● What needs to be done
Return each line of the entries that holds the string "PartialEq".

━━━━━ Source information

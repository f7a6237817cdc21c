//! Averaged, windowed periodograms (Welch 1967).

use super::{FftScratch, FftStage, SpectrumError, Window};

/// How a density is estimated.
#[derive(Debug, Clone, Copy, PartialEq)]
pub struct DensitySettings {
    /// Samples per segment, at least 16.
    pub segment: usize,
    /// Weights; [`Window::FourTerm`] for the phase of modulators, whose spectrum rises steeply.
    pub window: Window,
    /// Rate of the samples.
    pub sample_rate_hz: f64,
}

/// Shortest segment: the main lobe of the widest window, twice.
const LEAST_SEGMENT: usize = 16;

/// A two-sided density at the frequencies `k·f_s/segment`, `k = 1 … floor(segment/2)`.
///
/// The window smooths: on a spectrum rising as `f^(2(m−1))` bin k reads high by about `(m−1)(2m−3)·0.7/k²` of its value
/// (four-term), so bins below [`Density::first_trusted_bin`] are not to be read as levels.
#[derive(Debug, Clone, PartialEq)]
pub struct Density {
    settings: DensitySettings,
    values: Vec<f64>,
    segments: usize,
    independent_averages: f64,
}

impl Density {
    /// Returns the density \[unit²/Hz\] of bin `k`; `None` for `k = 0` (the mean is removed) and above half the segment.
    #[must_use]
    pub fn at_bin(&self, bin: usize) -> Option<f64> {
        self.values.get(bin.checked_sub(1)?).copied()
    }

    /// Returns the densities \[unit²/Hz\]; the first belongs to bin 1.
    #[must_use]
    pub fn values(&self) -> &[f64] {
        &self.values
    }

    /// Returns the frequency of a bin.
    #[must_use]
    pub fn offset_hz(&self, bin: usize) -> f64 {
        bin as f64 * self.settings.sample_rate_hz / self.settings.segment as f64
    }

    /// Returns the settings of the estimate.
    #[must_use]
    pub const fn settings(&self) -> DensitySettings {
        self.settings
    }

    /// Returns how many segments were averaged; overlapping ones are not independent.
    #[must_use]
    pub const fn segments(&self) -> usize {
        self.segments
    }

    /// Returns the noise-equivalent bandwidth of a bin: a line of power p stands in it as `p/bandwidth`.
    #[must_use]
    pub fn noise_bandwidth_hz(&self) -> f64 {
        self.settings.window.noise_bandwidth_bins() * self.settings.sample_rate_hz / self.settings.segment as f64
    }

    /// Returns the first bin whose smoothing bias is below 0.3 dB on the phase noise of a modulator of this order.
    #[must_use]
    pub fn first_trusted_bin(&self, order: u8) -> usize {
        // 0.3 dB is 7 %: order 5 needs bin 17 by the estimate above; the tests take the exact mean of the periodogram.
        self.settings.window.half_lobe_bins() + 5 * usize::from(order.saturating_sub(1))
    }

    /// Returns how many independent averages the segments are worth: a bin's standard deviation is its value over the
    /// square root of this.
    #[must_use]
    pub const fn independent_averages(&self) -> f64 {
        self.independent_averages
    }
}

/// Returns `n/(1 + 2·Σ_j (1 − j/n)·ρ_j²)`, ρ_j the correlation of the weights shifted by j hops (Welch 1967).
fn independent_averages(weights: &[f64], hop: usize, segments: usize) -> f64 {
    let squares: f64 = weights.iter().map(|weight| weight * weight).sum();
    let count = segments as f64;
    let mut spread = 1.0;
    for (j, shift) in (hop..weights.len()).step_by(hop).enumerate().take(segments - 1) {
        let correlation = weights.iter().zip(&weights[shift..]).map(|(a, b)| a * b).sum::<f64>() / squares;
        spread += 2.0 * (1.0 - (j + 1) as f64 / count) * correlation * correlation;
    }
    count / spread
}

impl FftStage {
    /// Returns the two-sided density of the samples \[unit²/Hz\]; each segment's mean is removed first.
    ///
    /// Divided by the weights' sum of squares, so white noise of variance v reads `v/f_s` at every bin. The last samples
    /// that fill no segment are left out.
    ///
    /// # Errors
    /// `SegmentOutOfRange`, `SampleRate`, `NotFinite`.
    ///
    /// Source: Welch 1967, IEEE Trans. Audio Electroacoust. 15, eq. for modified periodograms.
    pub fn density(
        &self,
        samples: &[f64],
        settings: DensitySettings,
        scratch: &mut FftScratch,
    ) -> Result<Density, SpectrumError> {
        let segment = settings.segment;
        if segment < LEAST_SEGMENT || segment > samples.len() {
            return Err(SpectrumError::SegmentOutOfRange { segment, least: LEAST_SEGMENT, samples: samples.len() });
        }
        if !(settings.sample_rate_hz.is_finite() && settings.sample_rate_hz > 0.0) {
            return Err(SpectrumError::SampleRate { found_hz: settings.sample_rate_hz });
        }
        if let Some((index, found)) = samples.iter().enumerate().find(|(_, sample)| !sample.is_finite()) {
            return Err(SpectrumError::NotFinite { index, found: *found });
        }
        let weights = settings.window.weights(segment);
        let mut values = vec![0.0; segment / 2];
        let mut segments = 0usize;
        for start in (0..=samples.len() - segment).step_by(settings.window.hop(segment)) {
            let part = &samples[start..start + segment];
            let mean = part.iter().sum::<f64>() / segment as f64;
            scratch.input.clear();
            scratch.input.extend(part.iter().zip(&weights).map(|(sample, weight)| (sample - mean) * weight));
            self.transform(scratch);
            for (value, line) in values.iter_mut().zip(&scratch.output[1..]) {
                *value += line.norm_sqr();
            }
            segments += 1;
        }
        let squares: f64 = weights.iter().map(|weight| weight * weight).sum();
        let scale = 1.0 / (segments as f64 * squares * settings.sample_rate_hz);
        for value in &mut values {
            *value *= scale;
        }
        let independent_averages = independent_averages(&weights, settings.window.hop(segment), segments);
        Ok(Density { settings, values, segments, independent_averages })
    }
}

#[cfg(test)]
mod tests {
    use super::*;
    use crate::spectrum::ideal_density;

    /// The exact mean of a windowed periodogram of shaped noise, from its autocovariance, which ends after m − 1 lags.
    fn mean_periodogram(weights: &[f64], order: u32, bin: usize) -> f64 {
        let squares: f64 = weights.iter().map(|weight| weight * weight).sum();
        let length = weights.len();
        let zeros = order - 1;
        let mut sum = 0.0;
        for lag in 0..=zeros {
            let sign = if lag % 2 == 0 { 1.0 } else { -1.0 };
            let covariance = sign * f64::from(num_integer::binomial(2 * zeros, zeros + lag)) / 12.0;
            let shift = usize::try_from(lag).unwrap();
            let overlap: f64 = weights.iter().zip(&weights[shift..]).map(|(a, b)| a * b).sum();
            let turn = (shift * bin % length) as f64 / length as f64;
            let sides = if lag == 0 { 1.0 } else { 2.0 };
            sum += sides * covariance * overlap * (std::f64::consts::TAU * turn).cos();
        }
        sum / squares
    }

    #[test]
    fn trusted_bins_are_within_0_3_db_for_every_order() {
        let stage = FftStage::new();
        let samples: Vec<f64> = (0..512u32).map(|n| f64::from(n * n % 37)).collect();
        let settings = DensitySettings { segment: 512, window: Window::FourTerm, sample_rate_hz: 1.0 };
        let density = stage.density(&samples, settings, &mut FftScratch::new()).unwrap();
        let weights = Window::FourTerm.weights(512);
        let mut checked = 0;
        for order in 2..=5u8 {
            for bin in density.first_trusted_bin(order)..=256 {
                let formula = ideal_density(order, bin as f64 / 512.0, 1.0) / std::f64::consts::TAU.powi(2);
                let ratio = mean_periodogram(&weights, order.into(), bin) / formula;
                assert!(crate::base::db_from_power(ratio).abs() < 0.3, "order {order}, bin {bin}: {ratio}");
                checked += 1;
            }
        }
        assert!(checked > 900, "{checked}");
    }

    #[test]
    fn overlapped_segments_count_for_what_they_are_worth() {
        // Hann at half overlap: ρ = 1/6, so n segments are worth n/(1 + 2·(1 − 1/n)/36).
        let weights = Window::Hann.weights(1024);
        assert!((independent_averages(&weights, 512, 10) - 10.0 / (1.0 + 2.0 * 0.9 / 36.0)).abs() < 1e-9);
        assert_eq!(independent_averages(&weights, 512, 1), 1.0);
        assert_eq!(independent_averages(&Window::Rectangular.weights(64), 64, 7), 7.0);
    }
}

━━━━━━━━━━
━━━━━ Source information

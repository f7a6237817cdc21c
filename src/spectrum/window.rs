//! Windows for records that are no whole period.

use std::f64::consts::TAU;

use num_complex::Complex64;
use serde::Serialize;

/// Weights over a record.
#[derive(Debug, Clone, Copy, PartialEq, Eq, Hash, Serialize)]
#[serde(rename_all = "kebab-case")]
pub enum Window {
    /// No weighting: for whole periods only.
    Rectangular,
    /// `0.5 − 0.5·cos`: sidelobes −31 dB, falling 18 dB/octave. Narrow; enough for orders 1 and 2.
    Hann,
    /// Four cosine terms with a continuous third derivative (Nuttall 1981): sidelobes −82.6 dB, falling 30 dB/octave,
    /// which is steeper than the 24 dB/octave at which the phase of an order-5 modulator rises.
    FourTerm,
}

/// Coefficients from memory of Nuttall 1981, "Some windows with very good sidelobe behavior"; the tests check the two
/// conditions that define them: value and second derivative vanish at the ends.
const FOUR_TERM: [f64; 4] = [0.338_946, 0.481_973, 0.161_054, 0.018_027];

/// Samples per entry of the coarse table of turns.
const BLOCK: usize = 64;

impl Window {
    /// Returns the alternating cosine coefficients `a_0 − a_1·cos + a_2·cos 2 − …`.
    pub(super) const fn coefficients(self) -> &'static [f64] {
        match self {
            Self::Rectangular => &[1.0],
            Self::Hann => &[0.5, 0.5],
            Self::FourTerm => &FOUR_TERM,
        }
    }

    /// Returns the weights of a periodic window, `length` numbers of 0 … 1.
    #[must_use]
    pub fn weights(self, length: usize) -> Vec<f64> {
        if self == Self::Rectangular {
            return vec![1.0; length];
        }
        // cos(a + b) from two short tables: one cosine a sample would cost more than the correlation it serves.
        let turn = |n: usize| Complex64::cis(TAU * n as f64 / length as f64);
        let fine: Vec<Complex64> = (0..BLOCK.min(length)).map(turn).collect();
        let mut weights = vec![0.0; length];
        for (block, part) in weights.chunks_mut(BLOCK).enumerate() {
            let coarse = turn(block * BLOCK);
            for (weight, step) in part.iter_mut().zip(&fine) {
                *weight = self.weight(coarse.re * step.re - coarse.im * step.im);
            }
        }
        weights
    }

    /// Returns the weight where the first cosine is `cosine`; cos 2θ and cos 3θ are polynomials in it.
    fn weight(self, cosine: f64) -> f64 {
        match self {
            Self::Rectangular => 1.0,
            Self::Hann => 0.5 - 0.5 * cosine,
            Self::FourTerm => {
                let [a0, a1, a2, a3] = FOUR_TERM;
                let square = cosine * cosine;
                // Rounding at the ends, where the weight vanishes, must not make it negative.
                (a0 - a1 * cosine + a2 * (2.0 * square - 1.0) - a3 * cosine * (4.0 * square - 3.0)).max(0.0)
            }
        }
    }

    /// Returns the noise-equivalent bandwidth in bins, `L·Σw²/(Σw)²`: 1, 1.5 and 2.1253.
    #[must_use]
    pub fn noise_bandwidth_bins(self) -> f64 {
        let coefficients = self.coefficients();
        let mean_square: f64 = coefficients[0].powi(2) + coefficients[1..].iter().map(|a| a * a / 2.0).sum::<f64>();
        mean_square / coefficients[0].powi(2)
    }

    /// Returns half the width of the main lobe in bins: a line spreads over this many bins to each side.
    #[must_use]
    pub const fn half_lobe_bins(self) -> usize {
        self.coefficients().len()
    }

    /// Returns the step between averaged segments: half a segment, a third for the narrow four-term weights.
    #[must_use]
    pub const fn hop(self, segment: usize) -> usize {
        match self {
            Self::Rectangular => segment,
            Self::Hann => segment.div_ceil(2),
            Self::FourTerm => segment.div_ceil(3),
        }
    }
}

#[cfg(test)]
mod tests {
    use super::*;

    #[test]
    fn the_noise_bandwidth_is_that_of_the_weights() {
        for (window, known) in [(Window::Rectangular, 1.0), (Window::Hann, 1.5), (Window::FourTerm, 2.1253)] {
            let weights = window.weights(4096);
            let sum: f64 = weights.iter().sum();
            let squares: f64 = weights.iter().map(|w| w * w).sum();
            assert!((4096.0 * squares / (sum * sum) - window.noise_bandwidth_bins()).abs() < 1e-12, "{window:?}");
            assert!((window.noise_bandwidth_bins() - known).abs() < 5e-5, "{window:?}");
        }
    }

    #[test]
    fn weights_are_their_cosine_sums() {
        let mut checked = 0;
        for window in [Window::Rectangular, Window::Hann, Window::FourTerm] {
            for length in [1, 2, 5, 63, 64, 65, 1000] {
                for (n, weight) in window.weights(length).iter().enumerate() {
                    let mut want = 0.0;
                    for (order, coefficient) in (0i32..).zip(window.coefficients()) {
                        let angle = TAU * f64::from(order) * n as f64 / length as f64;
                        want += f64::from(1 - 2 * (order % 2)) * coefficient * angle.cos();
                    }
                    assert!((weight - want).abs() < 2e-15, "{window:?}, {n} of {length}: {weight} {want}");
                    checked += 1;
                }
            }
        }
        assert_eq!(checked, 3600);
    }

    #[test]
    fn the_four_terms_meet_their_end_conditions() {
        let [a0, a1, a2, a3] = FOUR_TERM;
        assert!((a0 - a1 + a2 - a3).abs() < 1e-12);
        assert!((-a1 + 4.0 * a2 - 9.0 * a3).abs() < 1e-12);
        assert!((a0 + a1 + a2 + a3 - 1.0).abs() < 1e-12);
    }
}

━━━━━━━━━━
━━━━━ Source information

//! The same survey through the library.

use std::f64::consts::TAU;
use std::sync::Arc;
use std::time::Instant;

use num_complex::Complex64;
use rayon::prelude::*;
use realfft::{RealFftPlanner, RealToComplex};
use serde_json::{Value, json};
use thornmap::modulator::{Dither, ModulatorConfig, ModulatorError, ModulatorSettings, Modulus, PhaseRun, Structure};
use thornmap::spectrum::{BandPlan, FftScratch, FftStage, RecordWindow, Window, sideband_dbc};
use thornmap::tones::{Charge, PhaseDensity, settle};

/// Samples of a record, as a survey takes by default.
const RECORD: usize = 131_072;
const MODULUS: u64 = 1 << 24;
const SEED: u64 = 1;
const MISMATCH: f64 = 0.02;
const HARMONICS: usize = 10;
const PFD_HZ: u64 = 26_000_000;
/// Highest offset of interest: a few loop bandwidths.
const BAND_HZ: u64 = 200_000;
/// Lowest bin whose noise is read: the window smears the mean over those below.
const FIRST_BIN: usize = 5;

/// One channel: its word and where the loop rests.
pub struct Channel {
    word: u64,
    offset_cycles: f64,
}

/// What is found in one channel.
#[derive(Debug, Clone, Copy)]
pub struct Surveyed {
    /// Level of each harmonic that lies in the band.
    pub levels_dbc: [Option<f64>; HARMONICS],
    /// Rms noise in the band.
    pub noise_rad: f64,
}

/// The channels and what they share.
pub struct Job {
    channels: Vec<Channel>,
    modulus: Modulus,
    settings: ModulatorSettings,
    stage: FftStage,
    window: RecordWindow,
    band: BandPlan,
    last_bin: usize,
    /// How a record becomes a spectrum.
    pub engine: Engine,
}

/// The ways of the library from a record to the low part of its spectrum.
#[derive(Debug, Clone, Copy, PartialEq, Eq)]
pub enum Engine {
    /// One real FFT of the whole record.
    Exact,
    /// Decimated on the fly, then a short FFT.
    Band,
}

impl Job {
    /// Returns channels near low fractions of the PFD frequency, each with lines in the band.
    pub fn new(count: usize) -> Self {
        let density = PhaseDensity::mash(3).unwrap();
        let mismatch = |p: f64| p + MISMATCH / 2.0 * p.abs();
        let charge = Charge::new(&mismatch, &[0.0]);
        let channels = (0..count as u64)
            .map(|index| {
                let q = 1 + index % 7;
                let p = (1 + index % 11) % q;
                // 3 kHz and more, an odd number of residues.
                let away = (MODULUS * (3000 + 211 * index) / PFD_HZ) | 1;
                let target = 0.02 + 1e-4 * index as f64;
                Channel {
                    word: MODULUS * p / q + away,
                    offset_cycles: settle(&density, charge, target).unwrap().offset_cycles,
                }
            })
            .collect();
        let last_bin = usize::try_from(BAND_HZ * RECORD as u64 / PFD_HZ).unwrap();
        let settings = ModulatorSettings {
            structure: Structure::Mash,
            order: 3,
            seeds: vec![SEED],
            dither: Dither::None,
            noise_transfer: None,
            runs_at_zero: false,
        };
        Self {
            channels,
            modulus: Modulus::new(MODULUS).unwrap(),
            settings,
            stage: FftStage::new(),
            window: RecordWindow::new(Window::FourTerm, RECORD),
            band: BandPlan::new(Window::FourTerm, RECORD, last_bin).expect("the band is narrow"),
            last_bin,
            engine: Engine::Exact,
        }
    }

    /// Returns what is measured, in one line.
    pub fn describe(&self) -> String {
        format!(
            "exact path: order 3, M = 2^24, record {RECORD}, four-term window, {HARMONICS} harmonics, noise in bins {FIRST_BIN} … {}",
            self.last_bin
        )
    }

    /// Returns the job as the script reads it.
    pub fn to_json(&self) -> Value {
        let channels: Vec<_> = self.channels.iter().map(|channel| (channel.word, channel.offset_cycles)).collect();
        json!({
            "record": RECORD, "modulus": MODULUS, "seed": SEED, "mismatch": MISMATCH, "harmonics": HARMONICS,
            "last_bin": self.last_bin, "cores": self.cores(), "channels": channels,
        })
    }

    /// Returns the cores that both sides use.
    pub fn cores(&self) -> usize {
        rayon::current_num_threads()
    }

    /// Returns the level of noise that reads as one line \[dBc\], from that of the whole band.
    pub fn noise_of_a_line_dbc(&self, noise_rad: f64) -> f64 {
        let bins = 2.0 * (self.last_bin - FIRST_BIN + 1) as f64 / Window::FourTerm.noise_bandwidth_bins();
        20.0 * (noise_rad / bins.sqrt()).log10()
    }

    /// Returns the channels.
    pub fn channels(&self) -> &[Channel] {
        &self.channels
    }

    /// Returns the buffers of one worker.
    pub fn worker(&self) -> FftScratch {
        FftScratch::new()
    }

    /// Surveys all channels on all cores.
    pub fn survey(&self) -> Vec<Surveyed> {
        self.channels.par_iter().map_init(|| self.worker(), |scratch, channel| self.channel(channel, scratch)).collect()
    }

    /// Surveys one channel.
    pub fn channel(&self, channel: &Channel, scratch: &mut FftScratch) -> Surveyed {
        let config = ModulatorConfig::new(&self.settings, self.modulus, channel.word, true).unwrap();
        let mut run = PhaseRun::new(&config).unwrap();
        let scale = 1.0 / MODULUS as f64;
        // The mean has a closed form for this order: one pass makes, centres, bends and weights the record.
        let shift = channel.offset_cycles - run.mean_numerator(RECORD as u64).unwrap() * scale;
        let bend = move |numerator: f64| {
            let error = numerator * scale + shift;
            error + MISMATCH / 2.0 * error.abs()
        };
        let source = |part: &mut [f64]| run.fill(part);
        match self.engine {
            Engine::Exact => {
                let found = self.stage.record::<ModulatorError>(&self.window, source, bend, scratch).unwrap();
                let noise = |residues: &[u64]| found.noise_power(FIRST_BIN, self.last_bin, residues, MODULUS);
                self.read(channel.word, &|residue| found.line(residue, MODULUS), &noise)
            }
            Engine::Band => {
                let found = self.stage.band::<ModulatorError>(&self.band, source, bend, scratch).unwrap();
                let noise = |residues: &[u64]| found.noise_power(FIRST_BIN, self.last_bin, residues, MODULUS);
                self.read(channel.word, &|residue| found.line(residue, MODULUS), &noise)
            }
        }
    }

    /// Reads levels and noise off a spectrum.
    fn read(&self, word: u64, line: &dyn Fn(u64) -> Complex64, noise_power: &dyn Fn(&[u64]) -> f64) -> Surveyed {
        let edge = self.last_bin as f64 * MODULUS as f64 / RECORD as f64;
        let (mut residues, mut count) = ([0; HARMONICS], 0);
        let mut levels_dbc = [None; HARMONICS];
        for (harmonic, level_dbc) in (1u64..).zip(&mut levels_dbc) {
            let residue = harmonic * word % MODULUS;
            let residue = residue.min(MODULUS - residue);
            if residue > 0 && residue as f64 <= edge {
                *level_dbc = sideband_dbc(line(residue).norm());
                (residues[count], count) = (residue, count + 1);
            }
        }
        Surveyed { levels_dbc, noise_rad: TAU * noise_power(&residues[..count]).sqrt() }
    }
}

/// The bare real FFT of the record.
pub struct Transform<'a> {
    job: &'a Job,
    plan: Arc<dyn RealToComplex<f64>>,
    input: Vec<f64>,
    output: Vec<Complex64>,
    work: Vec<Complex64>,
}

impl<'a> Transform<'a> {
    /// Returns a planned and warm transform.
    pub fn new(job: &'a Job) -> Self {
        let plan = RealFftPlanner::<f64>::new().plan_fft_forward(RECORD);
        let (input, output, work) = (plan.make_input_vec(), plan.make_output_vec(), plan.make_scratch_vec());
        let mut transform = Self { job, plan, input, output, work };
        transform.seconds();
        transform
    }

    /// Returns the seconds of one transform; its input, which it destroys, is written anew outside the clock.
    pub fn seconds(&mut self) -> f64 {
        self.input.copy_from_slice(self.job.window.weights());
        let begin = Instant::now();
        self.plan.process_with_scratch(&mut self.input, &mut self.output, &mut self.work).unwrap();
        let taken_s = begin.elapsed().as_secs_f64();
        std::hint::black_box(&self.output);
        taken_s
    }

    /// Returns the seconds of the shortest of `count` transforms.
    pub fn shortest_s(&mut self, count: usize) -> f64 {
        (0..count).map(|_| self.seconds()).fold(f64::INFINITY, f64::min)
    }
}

━━━━━━━━━━

● Written response
#[derive(Debug, Clone, Copy, PartialEq)]
#[derive(Debug, Clone, PartialEq)]
#[derive(Debug, Clone, Copy, PartialEq, Eq, Hash, Serialize)]
#[derive(Debug, Clone, Copy, PartialEq, Eq)]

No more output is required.